I use Vredestein Comtrac Winter tyres, and have 225's on alloy wheels. I use these all year round, without problem.
They are very close on full lock in the wheel arch, so any slight difference in suspension might be a problem on some vehicles.

You MUST change all tyres though, you can't run on winter's on one axle and summer's on the other.


----------



## raynipper

TR5 said:


> You MUST change all tyres though, you can't run on winter's on one axle and summer's on the other.

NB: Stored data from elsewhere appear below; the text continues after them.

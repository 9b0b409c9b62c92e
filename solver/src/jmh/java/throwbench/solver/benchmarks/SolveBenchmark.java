package throwbench.solver.benchmarks;

import java.util.Optional;
import java.util.concurrent.TimeUnit;
import org.openjdk.jmh.annotations.Benchmark;
import org.openjdk.jmh.annotations.BenchmarkMode;
import org.openjdk.jmh.annotations.Mode;
import org.openjdk.jmh.annotations.OutputTimeUnit;
import org.openjdk.jmh.annotations.Param;
import org.openjdk.jmh.annotations.Scope;
import org.openjdk.jmh.annotations.Setup;
import org.openjdk.jmh.annotations.State;
import throwbench.solver.machine.Machine;
import throwbench.solver.revolution.Column;
import throwbench.solver.revolution.Revolution;

/** One revolution: all columns of one throw at 720 stations. */
@State(Scope.Thread)
@BenchmarkMode(Mode.AverageTime)
@OutputTimeUnit(TimeUnit.MICROSECONDS)
public class SolveBenchmark {

    private static final int STATIONS = 720;

    /** Changes from call to call, so that nothing is hoisted. */
    private static final double CHANGE = 1e-6;

    @Param({"inline", "offset"})
    public String mechanism = "inline";

    private Machine machine;
    private Machine[] lengthened = {};
    private Revolution earlier;
    private Revolution spent;
    private PlainLoop plain;
    private int call;

    @Setup
    public void prepare() {
        machine = Booster.machine(mechanism);
        earlier = Revolution.solve(Booster.running(machine, Booster.SPEED, Booster.SUCTION), 0, STATIONS);
        spent = Revolution.solve(Booster.running(machine, Booster.SPEED, Booster.SUCTION), 0, STATIONS);
        lengthened = new Machine[] {Booster.machine(mechanism, 0.4), Booster.machine(mechanism, 0.4 + 1e-9)};
        plain = new PlainLoop(machine, STATIONS);
        plain.solve(Booster.SPEED, Booster.SUCTION, Booster.DISCHARGE);
        for (int i = 0; i < STATIONS; i++) {
            double ours = earlier.at(Column.MAIN_BEARING_Y, i);
            if (!(Math.abs(ours - plain.columns[19][i]) < 1e-6)) {
                throw new IllegalStateException("the yardstick solves another throw: " + ours + " N, "
                        + plain.columns[19][i] + " N at station " + i);
            }
        }
    }

    private double speed() {
        call = (call + 1) & 1023;
        return Booster.SPEED * (1 + CHANGE * call);
    }

    /** From the described machine, no geometry kept: the rod's length changes from call to call. */
    @Benchmark
    public Revolution allColumns() {
        double speed = speed();
        spent = Revolution.solveOver(Booster.running(lengthened[call & 1], speed, Booster.SUCTION), spent);
        return spent;
    }

    /** As a dragged speed. */
    @Benchmark
    public Revolution allColumnsKeptGeometry() {
        spent = Revolution.solveOver(Booster.running(machine, speed(), Booster.SUCTION), spent);
        return spent;
    }

    /** The same as the window does it: a revolution of its own for each state. */
    @Benchmark
    public Revolution freshColumnsKeptGeometry() {
        return Revolution.solve(Booster.running(machine, speed(), Booster.SUCTION), 0, STATIONS, Optional.of(earlier));
    }

    /** The yardstick. */
    @Benchmark
    public double[][] plainLoop() {
        plain.solve(speed(), Booster.SUCTION, Booster.DISCHARGE);
        return plain.columns;
    }
}
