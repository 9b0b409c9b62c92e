package throwbench.solver.chamber;

import static org.junit.jupiter.api.Assertions.assertEquals;
import static org.junit.jupiter.api.Assertions.assertTrue;

import java.util.Arrays;
import java.util.List;
import net.jqwik.api.Arbitraries;
import net.jqwik.api.Arbitrary;
import net.jqwik.api.Combinators;
import net.jqwik.api.ForAll;
import net.jqwik.api.Property;
import net.jqwik.api.Provide;
import throwbench.solver.mechanism.Angles;
import throwbench.solver.trial.Numbers;

/** Random periodic tables: uneven steps, level pieces, jumps. */
class MonotoneCurvePropertyTest {

    /** A table and its curve. */
    @SuppressWarnings("ArrayRecordComponent") // never compared
    record Table(double[] angles, double[] values, MonotoneCurve curve) {

        double angle(int k) {
            return angles[k % angles.length] + (k >= angles.length ? Angles.TURN : 0);
        }

        double value(int k) {
            return values[k % angles.length];
        }

        double at(double angle) {
            return curve.at(Angles.wrap(angle));
        }
    }

    @Provide
    Arbitrary<Table> tables() {
        Arbitrary<Double> pressures = Arbitraries.oneOf(Numbers.between(1e5, 2e6), Arbitraries.of(1e5, 5e5));
        return Combinators.combine(
                        Numbers.between(0.01, 1).list().ofMinSize(9).ofMaxSize(40),
                        pressures.list().ofSize(40),
                        Numbers.between(0, 1))
                .as(MonotoneCurvePropertyTest::table);
    }

    /** The first step as a share of the rest puts the first row anywhere in it. */
    private static Table table(List<Double> steps, List<Double> pressures, double offset) {
        double whole = steps.stream().mapToDouble(Double::doubleValue).sum();
        double[] angles = new double[steps.size()];
        double at = offset * steps.get(0);
        for (int k = 0; k < angles.length; k++) {
            angles[k] = at / whole * Angles.TURN;
            at += steps.get((k + 1) % angles.length);
        }
        double[] values = Arrays.copyOf(
                pressures.stream().mapToDouble(Double::doubleValue).toArray(), angles.length);
        return new Table(angles, values, new MonotoneCurve(angles, values));
    }

    @Property
    void rowsAreMetExactly(@ForAll("tables") Table table) {
        for (int k = 0; k < table.angles().length; k++) {
            assertEquals(table.values()[k], table.curve().at(table.angles()[k]), 0);
        }
    }

    @Property
    void betweenTwoRowsTheCurveOnlyRisesOrOnlyFalls(@ForAll("tables") Table table) {
        for (int k = 0; k < table.angles().length; k++) {
            double sense = Math.signum(table.value(k + 1) - table.value(k));
            double before = table.value(k);
            for (int i = 1; i <= 20; i++) {
                double next = table.at(table.angle(k) + i * (table.angle(k + 1) - table.angle(k)) / 20.0);
                double step = next - before;
                // 1e-9 Pa is the last digit of these pressures
                assertTrue(sense == 0 ? Math.abs(step) < 1e-8 : sense * step > -1e-8, () -> "step " + step);
                before = next;
            }
        }
    }

    @Property
    void slopesAgreeFromBothSidesOfARow(@ForAll("tables") Table table) {
        for (int k = 1; k <= table.angles().length; k++) {
            double h = 1e-4 * Math.min(table.angle(k) - table.angle(k - 1), angleAfter(table, k) - table.angle(k));
            double row = table.value(k);
            // one-sided differences of second order: exact for a parabola, off by h² times the cube's coefficient
            double left = (3 * row - 4 * table.at(table.angle(k) - h) + table.at(table.angle(k) - 2 * h)) / (2 * h);
            double right = (-3 * row + 4 * table.at(table.angle(k) + h) - table.at(table.angle(k) + 2 * h)) / (2 * h);
            double scale = 2e6 / h * 1e-4;
            assertEquals(left, right, 1e-6 * scale);
        }
    }

    private static double angleAfter(Table table, int k) {
        int n = table.angles().length;
        return k + 1 < n ? table.angles()[k + 1] : table.angles()[(k + 1) % n] + Angles.TURN;
    }

    /** The cubic of a piece in Bernstein's form, its slopes by the harmonic mean written as a quotient of products. */
    @Property
    void secondFormulationAgrees(@ForAll("tables") Table table) {
        int n = table.angles().length;
        for (int k = 0; k < n; k++) {
            double h = table.angle(k + 1) - table.angle(k);
            double m0 = slope(table, k);
            double m1 = slope(table, (k + 1) % n);
            double[] b = {
                table.value(k), table.value(k) + h * m0 / 3, table.value(k + 1) - h * m1 / 3, table.value(k + 1)
            };
            for (double u : new double[] {0.1, 0.37, 0.5, 0.93}) {
                double w = 1 - u;
                double expected = w * w * w * b[0] + 3 * w * w * u * b[1] + 3 * w * u * u * b[2] + u * u * u * b[3];
                // an angle taken into one turn loses 1e-15 rad, over which the steepest piece rises by 1e-6 Pa
                assertEquals(expected, table.at(table.angle(k) + u * h), 1e-5);
            }
        }
    }

    /** 3 (h₁ + h₂) d₁ d₂ / ((2h₂ + h₁) d₂ + (h₂ + 2h₁) d₁). */
    private static double slope(Table table, int k) {
        int n = table.angles().length;
        int before = (k + n - 1) % n;
        double h1 = table.angle(before + 1) - table.angle(before);
        double h2 = table.angle(k + 1) - table.angle(k);
        double d1 = (table.value(k) - table.value(before)) / h1;
        double d2 = (table.value(k + 1) - table.value(k)) / h2;
        return d1 * d2 > 0 ? 3 * (h1 + h2) * d1 * d2 / ((2 * h2 + h1) * d2 + (h2 + 2 * h1) * d1) : 0;
    }
}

Why? Oh OK the experts say so......................................
When in doubt, try it anyway, and learn from your mistakes!

Ray.


----------



## teemyob

*winters*

Go for the Comtrac Winters.

Simple

Get them online from www.mytyres.co.uk get them fitted locally

TM


----------



## satco

try to find a dealer for tiptyre tyres


----------



## Roadhogg

We have an Isuzu Trooper commercial jeep that we bought new in 2002
It came with on/off road tyres designed for better off road traction.
They were an absolute disaster when driving on a wet road, I would go as far as to say they were dangerous.
Even though we still use the jeep in some very rugged conditions we have never put anything only 100% road tyres on it since.
To give better traction off road the last 2 sets of tyres have been 20mm wider than the originals, still fit the same rims, handle perfectly on the road, have not caused any excessive component ware & each set has done over 40,000 miles.


----------



## bigtwin

Alternatively, buy some snow chains that you can fit 'in the event that you do find yourself lacking in traction'.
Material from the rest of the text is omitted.